Prolog + trigger warning

975 105 14
                                    

⚠️TRIGGER WARNING⚠️
Niniejsze opowiadanie zawiera sceny nieodpowiednie dla osób poniżej osiemnastego roku życia. Są nimi między innymi:
• stalking i prześladowanie,
•toksyczne zachowania,
•molestowanie,
•wspominanie morderstwa
Treści przedstawione w tekście są fikcją i wytworem mojej wyobraźni.
Czytasz na własną odpowiedzialność.

Zasady panujące w książkowym świecie zostały stworzone na potrzebę fabuły.

~•~

Twitter: olaamaras + #VILLAINSwatt
Instagram: olaa.maras

Każdy przecież początek
to tylko ciąg dalszy,
a księga zdarzeń
zawsze otwarta w połowie.

~ Wisława Szymborska ,,Miłość od pierwszego wejrzenia"

Exeter, południowa Anglia
Ponad 100 m n.p.m

Noc Walpurgii

Ta noc była wyjątkowo niespokojna, a niebo przez nadchodzącą ulewę, o wiele ciemniejsze niż zazwyczaj. Wydawać by się mogło, że wraz z nadchodzącą burzą do miasta zbliżało się coś więcej, niż strugi gwałtownego deszczu i porywistego wiatru.

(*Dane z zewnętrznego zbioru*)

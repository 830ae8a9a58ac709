import AxeBuilder from '@axe-core/playwright';
import { expect, type Page } from 'playwright/test';

/**
 * Nothing that the accessibility checker finds, by the rules of WCAG 2.1 A and AA and its best practices. The page has no
 * frames: the mode without them is several times as quick.
 */
export async function expectAccessible(page: Page): Promise<void> {
  const checker = new AxeBuilder({ page }).options({ resultTypes: ['violations'] }).setLegacyMode(true);
  const { violations } = await checker.analyze();
  expect(
    violations.map(({ id, nodes }) => `${id}: ${nodes.map((node) => node.html.slice(0, 120)).join(' | ')}`),
  ).toEqual([]);
}

/** The page as a whole never scrolls sideways. */
export async function expectNoSidewaysScroll(page: Page): Promise<void> {
  const [inner, outer] = await page.evaluate(() => [document.documentElement.scrollWidth, window.innerWidth] as const);
  expect(inner).toBeLessThanOrEqual(outer);
}

export interface Look {
  readonly width: number;
  readonly height: number;
  readonly scheme: 'light' | 'dark';
}

/** The least window, a usual one, and a dark one. */
export const SMALL: Look = { width: 1024, height: 700, scheme: 'light' };
export const LARGE: Look = { width: 1440, height: 900, scheme: 'light' };
export const DARK: Look = { width: 1280, height: 800, scheme: 'dark' };

/** The page in a size and a scheme: it never scrolls sideways. */
export async function showIn(page: Page, { width, height, scheme }: Look): Promise<void> {
  await page.setViewportSize({ width, height });
  await page.emulateMedia({ colorScheme: scheme });
  await page.waitForTimeout(150);
  await expectNoSidewaysScroll(page);
}

/** Keeps a picture of the page as it is shown. */
export async function keepPicture(page: Page, name: string, { width, scheme }: Look): Promise<void> {
  await page.screenshot({ path: `.cache/journey-pictures/${name}-${width}-${scheme}.png` });
}

/** Takes down what the page complains of: errors, and breaches of its own policy. */
export function complaintsOf(page: Page): readonly string[] {
  const complaints: string[] = [];
  page.on('console', (message) => {
    if (message.type() === 'error' || message.type() === 'warning') complaints.push(message.text());
  });
  page.on('pageerror', (error) => complaints.push(error.message));
  return complaints;
}

export async function goTo(page: Page, station: string): Promise<void> {
  await page
    .getByRole('navigation', { name: 'Stations' })
    .getByRole('button', { name: new RegExp(`^${station}`) })
    .click();
  await expect(page.getByRole('main', { name: station })).toBeVisible();
}
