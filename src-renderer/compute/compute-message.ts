import type { EditionComparison } from '../../shared-core/norms/edition-compare.ts';
import type { NormProject } from '../../shared-core/norms/norm-project.ts';
import type { NormSetBuilt } from '../../shared-core/norms/norm-set.ts';
import type { PrintRange } from '../../shared-core/norms/print-range.ts';
import type { LineProblem } from '../../shared-core/tally/typed-counts.ts';
import type { BootstrapProgress, BootstrapResult } from '../../shared-core/precision/bootstrap.ts';

/** What the compute worker is asked; plain data. Groups are named by their keys. */
export type ComputeAsk =
  | { readonly kind: 'norm-set'; readonly project: NormProject }
  | { readonly kind: 'print-ranges'; readonly project: NormProject; readonly group: string }
  | { readonly kind: 'differ'; readonly project: NormProject; readonly group: string; readonly text: string }
  | { readonly kind: 'comparison'; readonly before: NormProject; readonly after: NormProject }
  | { readonly kind: 'bootstrap'; readonly project: NormProject; readonly group: string };

/** Why somebody's column differs, ready to be shown. */
export interface DifferAnswer {
  readonly problems: readonly LineProblem[];
  /** Null as long as the column cannot be read. */
  readonly finding: string | null;
  readonly explanations: readonly string[];
  readonly rows: readonly { readonly scoreText: string; readonly theirs: string; readonly ours: string }[];
}

/** Two editions compared, with the sentences of a change list. */
export type ComparedForPage =
  | { readonly ok: true; readonly comparison: EditionComparison; readonly lines: readonly string[] }
  | { readonly ok: false; readonly problem: string };

export type ComputeAnswer =
  | { readonly kind: 'norm-set'; readonly built: NormSetBuilt }
  | { readonly kind: 'print-ranges'; readonly ranges: readonly PrintRange[] }
  | { readonly kind: 'differ'; readonly answer: DifferAnswer }
  | { readonly kind: 'comparison'; readonly compared: ComparedForPage }
  | { readonly kind: 'bootstrap'; readonly result: BootstrapResult };

export type ToWorker = { readonly id: number; readonly ask: ComputeAsk } | { readonly id: number; readonly stop: true };

export type FromWorker =
  | { readonly id: number; readonly answer: ComputeAnswer }
  | { readonly id: number; readonly progress: BootstrapProgress }
  | { readonly id: number; readonly fault: string };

Strach, od którego skóra mieszkańców pokrywała się dreszczami. Niepokój, który ściskał ich żołądki z niewyobrażalną siłą. Na końcu cisza, która była tak niema i paraliżująca, że każdy zastygał w napięciu, czekając na to, co się wydarzy. Cisza, która przerywana była jedynie hukiem uderzających piorunów i błyskawicami, które rozświetlały granatowe niebo. Ich blask był tak jasny, że z perspektywy człowieka, stojącego na zalanych ulicach Exeter, wydawać by się mogło, jakoby z czarnych obłoków miały zaraz wyłonić się porcelanowe schody, prowadzące wprost pod złociste bramy nieba. Bo właśnie tam, najchętniej każdy z nich, pragnął znaleźć się tej nocy. Nocy, która wyjątkowo różniła się od wszystkich pozostałych w roku. Bowiem to właśnie dzisiaj przypadała data kolejnej Nocy Walpurgii. Święta, które kiedyś chętnie obchodzono, zaś które z biegiem czasu zyskało inną formę celebrowania go, a mieszkańcy modlili się, by nie nadchodziło, ale ono i tak nadeszło. Jak zawsze.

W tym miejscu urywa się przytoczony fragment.